Reaktionen auf Bund-Länder-Corona-Beschlüsse Breite Unterstützung von Kommunen, Kirchen und Opposition

Berlin · FDP und Grüne fordern eine längerfristige Strategie für die Zeit ab 10. Januar. Katholiken und Protestanten sind erleichtert über die Gottesdienst-Regelung an Weihnachten.

Der Präsident des Zentralkomitees der Katholiken, Thomas Sternberg.

Der Präsident des Zentralkomitees der Katholiken, Thomas Sternberg.

Foto: Harald Oppitz

Kommunen, Kirchen, Wissenschaftler und Politiker haben die Beschlüsse von Bund und Ländern für einen harten Lockdown ab 16. Dezember weitgehend begrüßt. Oppositionspolitiker von FDP und Grünen verlangten jedoch zusätzlich eine längerfristige Strategie des Krisenmanagements. „Unsere Sorge ist, dass wir uns sonst von einem Lockdown zum nächsten hangeln“, sagte FDP-Chef Christian Lindner. Im Mittelpunkt einer solchen Strategie müsse der wirkliche Schutz der besonders betroffenen Risikogruppen stehen.

Auch Grünen-Fraktionschef Anton Hofreiter forderte Bund und Länder auf, sich bereits jetzt Gedanken über die Zeit nach dem 10. Januar zu machen. „Das Krisenmanagement der letzten Wochen hat sehr viel Verunsicherung verursacht“, sagte Hofreiter unserer Redaktion. „Für die nächsten Monate brauchen wir planvolles Handeln und eine längerfristige Perspektive. Ich erwarte, dass wir im Januar endlich ein Gesetz mit einem bundesweit verbindlichen Stufenplan verabschieden, durch den klar ist, wann und wo welche Maßnahmen gelten“, sagte Hofreiter.  Die Grünen würden die Beschlüsse aber voll mittragen.

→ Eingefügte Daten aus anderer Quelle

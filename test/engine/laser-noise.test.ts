/**
 * Laser intensity and frequency noise as classical terms on the coupler that carries the
 * drive: against the coherent source's excess noise, the radiation-pressure force of a
 * cavity's circulating power, the detuned cavity's intracavity intensity, and a displacement
 * of the cavity length.
 */
import { describe, expect, it } from "vitest";
import { evaluate, prepare } from "../../src/pipeline";
import type { SetupDescription } from "../../src/setup/format";
import { tabulateBudget } from "../../src/engine/tabulate";
import { expectAllClose } from "../helpers/close";
import { cavityReadout, probedBody, sumTerms } from "../helpers/setups";

// CODATA 2018 (exact in the 2019 SI): reduced Planck constant; speed of light (exact by definition).
const HBAR = 1.054571817e-34;
const C = 299792458;

const WAVELENGTH = 1064e-9;
const OMEGA_L = (2 * Math.PI * C) / WAVELENGTH;
const MASS = 1e-9; // kg
const F_M = 1e5; // Hz
const Q = 1e5;
const LINEWIDTH = 2e5; // Hz, FWHM
const LENGTH = 0.01; // m
const grid = { from: "50 kHz", to: "2 MHz", points: 121 };

/** A constant relative intensity noise ASD (1/√Hz), tabulated over the grid and a bit beyond. */
const RIN_ASD = 3e-7;
const flat = (asd: number): [number, number][] => [
  [1, asd],
  [1e8, asd],
];

function oscillatorCavity(cavity: Record<string, string | number>, referTo: "force" | "displacement" = "force", light?: SetupDescription["components"][number]): SetupDescription {
  return {
    ...cavityReadout({
      body: { mass: `${MASS} kg`, frequency: `${F_M} Hz`, Q, temperature: "0 K" },
      cavity: { linewidth: `${LINEWIDTH} Hz`, wavelength: "1064 nm", length: `${LENGTH} m`, ...cavity },
      referTo,
      ...(light ? { light } : {}),
    }),
    grid,
  };
}

function withRin(setup: SetupDescription, asd: [number, number][], on = "cavity"): SetupDescription {
  return { ...setup, classicalNoise: [{ name: "rin", enters: "laser intensity", on, spectrum: { unit: "1/√Hz", points: asd } }] };
}

describe("laser intensity noise", () => {
  it("a constant RIN gives the budget of the coherent source with amplitudeExcess 10·log10(1 + P·S_RIN/(2ħω)) dB", () => {
    // Internal consistency: δP = √(2ħωP)·δa₁ with a vacuum δa₁ of PSD 1 (shot noise 2ħωP), so a RIN
    // S_RIN adds P·S_RIN/(2ħω) to the amplitude quadrature's PSD (Caves, Phys. Rev. D 23, 1693 (1981),
    // shot noise of a coherent beam; the excess form is common practice).
    for (const drive of [{ power: "2 mW" }, { probe: "1 mW" }]) {
      const power = "power" in drive ? 2e-3 : 1e-3;
      const excess = (power * RIN_ASD ** 2) / (2 * HBAR * OMEGA_L);
      const db = `${10 * Math.log10(1 + excess)} dB`;
      const base =
        "probe" in drive
          ? { ...probedBody({ body: { mass: "1 g" }, probe: { power: "1 mW", wavelength: "1064 nm" } }), grid: { from: "10 Hz", to: "10 kHz", points: 61 } }
          : oscillatorCavity({ power: "2 mW" }, "displacement");
      const on = "probe" in drive ? "probe" : "cavity";
      const noisy = evaluate(prepare(withRin(base, flat(RIN_ASD), on))).budget;
      const excessLight = { ...base, components: base.components.map((c) => (c.name === "light" ? { ...c, params: { amplitudeExcess: db } } : c)) };
      const reference = evaluate(prepare(excessLight)).budget;
      expectAllClose(noisy.total, reference.total, 1e-12, `total (${on})`);
      expectAllClose(sumTerms(noisy.terms, "light: amplitude", "rin"), sumTerms(reference.terms, "light: amplitude"), 1e-12, `amplitude quadrature (${on})`);
    }
  });

  it("on resonance, its radiation-pressure force is (2P_circ/c)²·S_RIN/(1 + (2Ω/κ)²), and |χ|² times that in displacement", () => {
    // Radiation-pressure force on a mirror reflecting power P: F = 2P/c (Saleh & Teich, Fundamentals of
    // Photonics, ch. on photon momentum; from memory). The circulating power of a cavity holding n
    // photons over a round trip 2L/c is P_circ = nħω c/(2L). On resonance the circulating power follows
    // the input power through the cavity's pole at half the FWHM κ (Aspelmeyer, Kippenberg & Marquardt,
    // Rev. Mod. Phys. 86, 1391 (2014), Sec. II.B: ȧ = −(κ/2)a + √κ_in a_in), so δP_circ/P_circ has PSD
    // S_RIN/(1 + (2Ω/κ)²).
    const photons = 3e7;
    const pCirc = (photons * HBAR * OMEGA_L * C) / (2 * LENGTH);
    const kappa = 2 * Math.PI * LINEWIDTH;
    const expectedForce = (f: number) => (((2 * pCirc) / C) ** 2 * RIN_ASD ** 2) / (1 + ((2 * 2 * Math.PI * f) / kappa) ** 2);
    const inForce = evaluate(prepare(withRin(oscillatorCavity({ photons }, "force"), flat(RIN_ASD)))).budget;
    expectAllClose(sumTerms(inForce.terms, "rin"), Array.from(inForce.frequencies, expectedForce), 1e-12, "S_F");
    // χ(Ω) = 1/(m(Ω_m² − Ω² − iγΩ)), γ = Ω_m/Q (same source, Sec. II); no optical spring on resonance.
    const omegaM = 2 * Math.PI * F_M;
    const chi2 = (f: number) => {
      const w = 2 * Math.PI * f;
      return 1 / ((MASS * (omegaM ** 2 - w ** 2)) ** 2 + (MASS * (omegaM / Q) * w) ** 2);
    };
    const inDisplacement = evaluate(prepare(withRin(oscillatorCavity({ photons }, "displacement"), flat(RIN_ASD)))).budget;
    expectAllClose(
      sumTerms(inDisplacement.terms, "rin"),
      Array.from(inDisplacement.frequencies, (f) => chi2(f) * expectedForce(f)),
      1e-12,
      "|χ|² S_F",
    );
  });

  it("detuned, it drives the intracavity photon number as the steady state ā = √κ_in ā_in/(κ/2 − iΔ) says", () => {
    // From ȧ = (iΔ − κ/2)a + √κ_in a_in (Aspelmeyer, Kippenberg & Marquardt 2014, Sec. II.B) with the
    // drive ā_in(1 + ε/2) for a relative intensity ε: δn/n = (ε/2)[(κ/2 − iΔ)/(κ/2 − iΔ − iΩ) +
    // (κ/2 + iΔ)/(κ/2 + iΔ − iΩ)], derived by hand. The model's cavity block, driven by the term's column,
    // gives δn/n = √2·δa₁/√n (its quadratures are those of the real mean field).
    const detuning = -0.7 * LINEWIDTH;
    const power = 1e-6; // weak, so that the red-detuned optical spring keeps the body stable
    const setup = withRin(oscillatorCavity({ power: `${power} W`, detuning: `${detuning} Hz` }, "displacement"), flat(RIN_ASD));
    const prepared = prepare(setup);
    const { model } = prepared.assembled;
    const mode = model.modes.find((m) => m.owner === "cavity")!;
    const column = model.inputs.findIndex((i) => i.owner === "rin");
    const at = (r: number, c: number) => model.A[r * model.nStates + c];
    const b1 = model.B[mode.x * model.nInputs + column];
    const b2 = model.B[mode.p * model.nInputs + column];
    const kappa = 2 * Math.PI * LINEWIDTH;
    const delta = 2 * Math.PI * detuning;
    const kIn = kappa;
    const photons = (kIn * power) / (HBAR * OMEGA_L * (kappa ** 2 / 4 + delta ** 2));
    const columnPsd = (power * RIN_ASD ** 2) / (2 * HBAR * OMEGA_L);
    for (const f of [1e4, 1.3e5, 4e5, 2e6]) {
      const w = 2 * Math.PI * f;
      // Solve (−iΩ − A_cc) t = b for the cavity block by Cramer's rule, in complex numbers [re, im].
      const m11: [number, number] = [-at(mode.x, mode.x), -w];
      const m22: [number, number] = [-at(mode.p, mode.p), -w];
      const m12 = -at(mode.x, mode.p);
      const m21 = -at(mode.p, mode.x);
      const det: [number, number] = [m11[0] * m22[0] - m11[1] * m22[1] - m12 * m21, m11[0] * m22[1] + m11[1] * m22[0]];
      const num1: [number, number] = [b1 * m22[0] - m12 * b2, b1 * m22[1]];
      const d2 = det[0] ** 2 + det[1] ** 2;
      const t1 = [(num1[0] * det[0] + num1[1] * det[1]) / d2, (num1[1] * det[0] - num1[0] * det[1]) / d2];
      const engine = (2 * (t1[0] ** 2 + t1[1] ** 2) * columnPsd) / photons;
      const h = kappa / 2;
      const term = (re: number, im: number, dre: number, dim: number): [number, number] => {
        const dd = dre ** 2 + dim ** 2;
        return [(re * dre + im * dim) / dd, (im * dre - re * dim) / dd];
      };
      const p = term(h, -delta, h, -delta - w);
      const q = term(h, delta, h, delta - w);
      const expected = RIN_ASD ** 2 * (((p[0] + q[0]) / 2) ** 2 + ((p[1] + q[1]) / 2) ** 2);
      expect(Math.abs(engine - expected) / expected, `S_RIN,circ at ${f} Hz`).toBeLessThan(1e-12);
    }
  });
});

describe("laser frequency noise", () => {
  it("equals a displacement of the cavity length with S_x = (Lλ/c)²·S_ν, resonant or detuned", () => {
    // δL/L = δν/ν (the resonance condition of a cavity of length L, ν = qc/(2L)); ν = c/λ.
    const nuAsd = (f: number) => 20 * (f / 1e5) ** -0.5; // Hz/√Hz
    const fs = [1e4, 1e5, 1e6, 1e7];
    for (const detuning of ["0 Hz", `${-0.3 * LINEWIDTH} Hz`]) {
      const base = oscillatorCavity({ power: "1 µW", detuning }, "displacement");
      const frequency = evaluate(
        prepare({ ...base, classicalNoise: [{ name: "fnoise", enters: "laser frequency", on: "cavity", spectrum: { unit: "Hz/√Hz", points: fs.map((f) => [f, nuAsd(f)]) } }] }),
      ).budget;
      const scale = (LENGTH * WAVELENGTH) / C;
      const displacement = evaluate(
        prepare({ ...base, classicalNoise: [{ name: "fnoise", enters: "displacement", on: "body", spectrum: { unit: "m/√Hz", points: fs.map((f) => [f, scale * nuAsd(f)]) } }] }),
      ).budget;
      expectAllClose(sumTerms(frequency.terms, "fnoise"), sumTerms(displacement.terms, "fnoise"), 1e-12, `detuning ${detuning}`);
      expectAllClose(frequency.total, displacement.total, 1e-12, `total, detuning ${detuning}`);
    }
  });

  it("needs the cavity's drive, not its length: a cavity given g0 with the same coupling gives the same term", () => {
    // G = ω_L/L (length) and g0 = G·x_zpf with x_zpf = √(ħ/(2mΩ_m)) (Aspelmeyer, Kippenberg & Marquardt
    // 2014, Sec. III.A) describe the same coupling; frequency noise changes the detuning by 2π·δν either way.
    const xzpf = Math.sqrt(HBAR / (2 * MASS * 2 * Math.PI * F_M));
    const g0 = ((OMEGA_L / LENGTH) * xzpf) / (2 * Math.PI);
    const term = (cavity: Record<string, string | number>) => {
      const base = oscillatorCavity({ power: "1 mW", ...cavity }, "displacement");
      const { length: _length, ...withoutLength } = base.components[2].params as Record<string, string | number>;
      const components = base.components.map((c) => (c.name === "cavity" ? { ...c, params: "g0" in cavity ? withoutLength : c.params } : c));
      const spectrum = { unit: "Hz/√Hz", points: flat(5) };
      return sumTerms(evaluate(prepare({ ...base, components, classicalNoise: [{ name: "fnoise", enters: "laser frequency", on: "cavity", spectrum }] })).budget.terms, "fnoise");
    };
    expectAllClose(term({ g0: `${g0} Hz` }), term({}), 1e-12, "g0 against length");
  });

  it("is a column of its own in the exported budget, labelled by where it enters", () => {
    const setup = { ...oscillatorCavity({ power: "1 mW" }), classicalNoise: [{ name: "fnoise", enters: "laser frequency", on: "cavity", spectrum: { unit: "kHz/rtHz", points: flat(0.01) } }] };
    const budget = evaluate(prepare(setup)).budget;
    const term = budget.terms.find((t) => t.owner === "fnoise")!;
    expect(term.category).toBe("classical");
    expect(term.label).toBe("fnoise: laser frequency at cavity (classical)");
    const table = tabulateBudget(budget, "power");
    expect(Array.from(table.columns.find((c) => c.label.startsWith("fnoise"))!.values)).toEqual(Array.from(term.psd));
  });
});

Der Städte- und Gemeindebund hielt die Beschlüsse „für hart, aber unvermeidbar“, wie Hauptgeschäftsführer Gerd Landsberg sagte. „In der derzeitigen, sehr kritischen Situation haben wir keine Zeit mehr zu verlieren.“ Es bleibe aber dabei, dass für den Erfolg der beschlossenen Maßnahmen die Akzeptanz und Mitwirkung der Menschen entscheidend sei. „Die eigentliche Bewährungsprobe in der Pandemie kommt an den Weihnachtstagen“, sagte Landsberg. „Alle wissen, dass Polizei und Ordnungsamt nicht hinter die Wohnungstür schauen können und wollen. Wenn es dann heißt, sich auf wenige erwachsene Personen zu beschränken, wird das in vielen Familien eine schwere Entscheidung. Dabei müssen wir auch darauf hinweisen, dass es gerade nicht der Sinn der Sache ist, am Heiligabend, am ersten Weihnachtstag und am zweiten Weihnachtstag jeweils aus einer anderen Familie zusätzlich zwei oder drei Leute einzuladen. Hier ist die Vernunft und die Mitwirkung der Bürgerinnen und Bürger gefragt“, betonte Landsberg.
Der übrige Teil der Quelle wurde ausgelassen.